WHAT YOU WILL DO ▸
The job is to find each line of the records below that includes the word "check" and copy it.

TASK INPUTS ▸
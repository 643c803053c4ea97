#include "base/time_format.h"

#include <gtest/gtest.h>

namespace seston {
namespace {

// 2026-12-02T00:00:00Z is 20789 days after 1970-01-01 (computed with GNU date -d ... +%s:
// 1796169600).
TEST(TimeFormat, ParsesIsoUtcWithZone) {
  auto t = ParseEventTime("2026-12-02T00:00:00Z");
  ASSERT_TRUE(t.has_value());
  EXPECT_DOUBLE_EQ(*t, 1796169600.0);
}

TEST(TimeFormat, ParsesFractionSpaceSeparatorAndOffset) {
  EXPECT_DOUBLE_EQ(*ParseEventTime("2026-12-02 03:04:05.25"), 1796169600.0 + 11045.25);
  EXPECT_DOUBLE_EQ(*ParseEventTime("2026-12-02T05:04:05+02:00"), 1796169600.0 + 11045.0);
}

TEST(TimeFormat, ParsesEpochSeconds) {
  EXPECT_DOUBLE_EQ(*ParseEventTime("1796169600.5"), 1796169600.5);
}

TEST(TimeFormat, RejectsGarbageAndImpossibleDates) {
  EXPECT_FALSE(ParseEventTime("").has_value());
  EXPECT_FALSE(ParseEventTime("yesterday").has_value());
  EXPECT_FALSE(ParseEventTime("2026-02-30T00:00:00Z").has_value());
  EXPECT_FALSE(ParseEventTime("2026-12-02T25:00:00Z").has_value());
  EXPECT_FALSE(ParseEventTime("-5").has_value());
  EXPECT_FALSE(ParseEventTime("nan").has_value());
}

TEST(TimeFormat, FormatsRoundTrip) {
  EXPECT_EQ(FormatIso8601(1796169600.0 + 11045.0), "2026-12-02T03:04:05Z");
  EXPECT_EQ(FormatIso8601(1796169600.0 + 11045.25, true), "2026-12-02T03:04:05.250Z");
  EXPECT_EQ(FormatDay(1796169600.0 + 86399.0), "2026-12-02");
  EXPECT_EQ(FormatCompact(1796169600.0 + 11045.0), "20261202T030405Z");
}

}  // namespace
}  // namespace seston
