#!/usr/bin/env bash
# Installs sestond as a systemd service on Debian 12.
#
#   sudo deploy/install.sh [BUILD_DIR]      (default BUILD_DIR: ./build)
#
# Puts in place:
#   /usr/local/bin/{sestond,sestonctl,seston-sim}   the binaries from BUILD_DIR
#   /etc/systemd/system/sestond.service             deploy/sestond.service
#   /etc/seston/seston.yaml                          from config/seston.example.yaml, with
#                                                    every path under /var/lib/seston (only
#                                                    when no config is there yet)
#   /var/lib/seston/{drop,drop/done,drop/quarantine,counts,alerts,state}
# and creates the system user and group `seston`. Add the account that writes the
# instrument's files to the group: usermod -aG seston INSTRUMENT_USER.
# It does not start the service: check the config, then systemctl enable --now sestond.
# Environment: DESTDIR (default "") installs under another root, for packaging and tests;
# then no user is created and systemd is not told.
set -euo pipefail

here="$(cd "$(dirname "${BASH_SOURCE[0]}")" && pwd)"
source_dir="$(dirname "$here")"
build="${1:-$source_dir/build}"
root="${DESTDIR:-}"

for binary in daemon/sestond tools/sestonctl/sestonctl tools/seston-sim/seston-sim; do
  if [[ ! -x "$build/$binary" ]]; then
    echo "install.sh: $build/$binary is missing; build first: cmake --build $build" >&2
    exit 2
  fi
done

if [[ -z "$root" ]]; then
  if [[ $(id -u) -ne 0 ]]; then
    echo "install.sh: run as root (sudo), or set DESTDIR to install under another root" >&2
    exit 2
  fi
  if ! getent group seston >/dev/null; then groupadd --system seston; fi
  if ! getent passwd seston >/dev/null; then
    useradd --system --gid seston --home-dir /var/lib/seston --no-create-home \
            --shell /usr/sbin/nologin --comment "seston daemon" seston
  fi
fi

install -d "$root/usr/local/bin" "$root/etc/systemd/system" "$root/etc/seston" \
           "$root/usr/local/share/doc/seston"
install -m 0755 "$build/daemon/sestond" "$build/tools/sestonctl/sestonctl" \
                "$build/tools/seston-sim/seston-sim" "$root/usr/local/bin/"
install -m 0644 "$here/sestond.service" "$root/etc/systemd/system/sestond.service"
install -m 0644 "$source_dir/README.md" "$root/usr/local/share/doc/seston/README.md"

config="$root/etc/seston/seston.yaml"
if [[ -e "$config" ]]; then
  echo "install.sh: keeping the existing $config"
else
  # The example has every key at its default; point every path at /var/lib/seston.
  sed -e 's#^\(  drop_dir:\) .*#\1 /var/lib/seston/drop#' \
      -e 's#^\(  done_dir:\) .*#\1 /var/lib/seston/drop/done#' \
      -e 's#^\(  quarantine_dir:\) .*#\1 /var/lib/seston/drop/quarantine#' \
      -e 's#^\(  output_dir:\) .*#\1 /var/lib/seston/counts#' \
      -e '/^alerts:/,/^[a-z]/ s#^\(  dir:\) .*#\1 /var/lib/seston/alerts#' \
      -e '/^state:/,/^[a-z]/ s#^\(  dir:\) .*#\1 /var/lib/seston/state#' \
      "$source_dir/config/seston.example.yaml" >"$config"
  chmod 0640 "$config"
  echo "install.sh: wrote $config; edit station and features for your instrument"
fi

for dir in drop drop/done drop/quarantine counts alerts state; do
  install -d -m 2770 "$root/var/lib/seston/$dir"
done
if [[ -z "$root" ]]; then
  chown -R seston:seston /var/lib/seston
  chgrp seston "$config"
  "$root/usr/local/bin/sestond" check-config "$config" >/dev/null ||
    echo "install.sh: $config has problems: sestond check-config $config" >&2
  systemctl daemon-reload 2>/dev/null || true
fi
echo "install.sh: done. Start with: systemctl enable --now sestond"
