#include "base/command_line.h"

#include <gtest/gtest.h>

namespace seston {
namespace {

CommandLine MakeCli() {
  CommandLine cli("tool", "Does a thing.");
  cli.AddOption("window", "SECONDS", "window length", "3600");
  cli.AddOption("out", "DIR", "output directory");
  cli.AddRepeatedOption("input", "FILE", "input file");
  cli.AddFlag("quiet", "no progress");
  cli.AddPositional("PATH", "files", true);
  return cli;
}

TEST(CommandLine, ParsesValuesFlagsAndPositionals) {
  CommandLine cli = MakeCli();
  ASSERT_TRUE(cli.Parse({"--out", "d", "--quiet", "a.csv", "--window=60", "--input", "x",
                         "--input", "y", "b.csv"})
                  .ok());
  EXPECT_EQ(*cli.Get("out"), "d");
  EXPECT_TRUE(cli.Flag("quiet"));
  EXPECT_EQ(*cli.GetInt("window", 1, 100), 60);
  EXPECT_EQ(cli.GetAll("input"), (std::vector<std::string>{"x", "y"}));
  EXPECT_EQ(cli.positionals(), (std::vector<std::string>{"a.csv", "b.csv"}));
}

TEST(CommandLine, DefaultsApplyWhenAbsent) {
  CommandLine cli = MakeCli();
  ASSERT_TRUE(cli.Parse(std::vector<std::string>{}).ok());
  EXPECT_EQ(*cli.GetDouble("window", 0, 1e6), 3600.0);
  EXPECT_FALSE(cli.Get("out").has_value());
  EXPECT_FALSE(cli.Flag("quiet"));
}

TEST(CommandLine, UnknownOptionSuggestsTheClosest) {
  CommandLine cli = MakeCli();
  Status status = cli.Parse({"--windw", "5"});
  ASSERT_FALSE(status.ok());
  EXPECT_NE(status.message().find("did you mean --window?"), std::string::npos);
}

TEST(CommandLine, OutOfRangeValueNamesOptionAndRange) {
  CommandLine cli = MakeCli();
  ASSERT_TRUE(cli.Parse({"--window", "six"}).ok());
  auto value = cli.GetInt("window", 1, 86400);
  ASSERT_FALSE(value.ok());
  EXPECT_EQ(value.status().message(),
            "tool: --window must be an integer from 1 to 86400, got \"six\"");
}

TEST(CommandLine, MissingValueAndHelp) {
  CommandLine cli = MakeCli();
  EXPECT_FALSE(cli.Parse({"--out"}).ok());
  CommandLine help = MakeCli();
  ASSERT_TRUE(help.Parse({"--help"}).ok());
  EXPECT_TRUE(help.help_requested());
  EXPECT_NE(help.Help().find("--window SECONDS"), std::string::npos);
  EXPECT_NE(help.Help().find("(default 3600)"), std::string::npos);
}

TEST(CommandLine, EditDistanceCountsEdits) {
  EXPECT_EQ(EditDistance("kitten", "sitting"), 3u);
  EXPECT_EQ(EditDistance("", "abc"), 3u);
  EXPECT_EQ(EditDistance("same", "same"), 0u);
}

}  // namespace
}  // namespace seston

SOLUTION FOR THIS EXERCISE ▸
# It does not start the service: check the config, then systemctl enable --now sestond.
  "$root/usr/local/bin/sestond" check-config "$config" >/dev/null ||
    echo "install.sh: $config has problems: sestond check-config $config" >&2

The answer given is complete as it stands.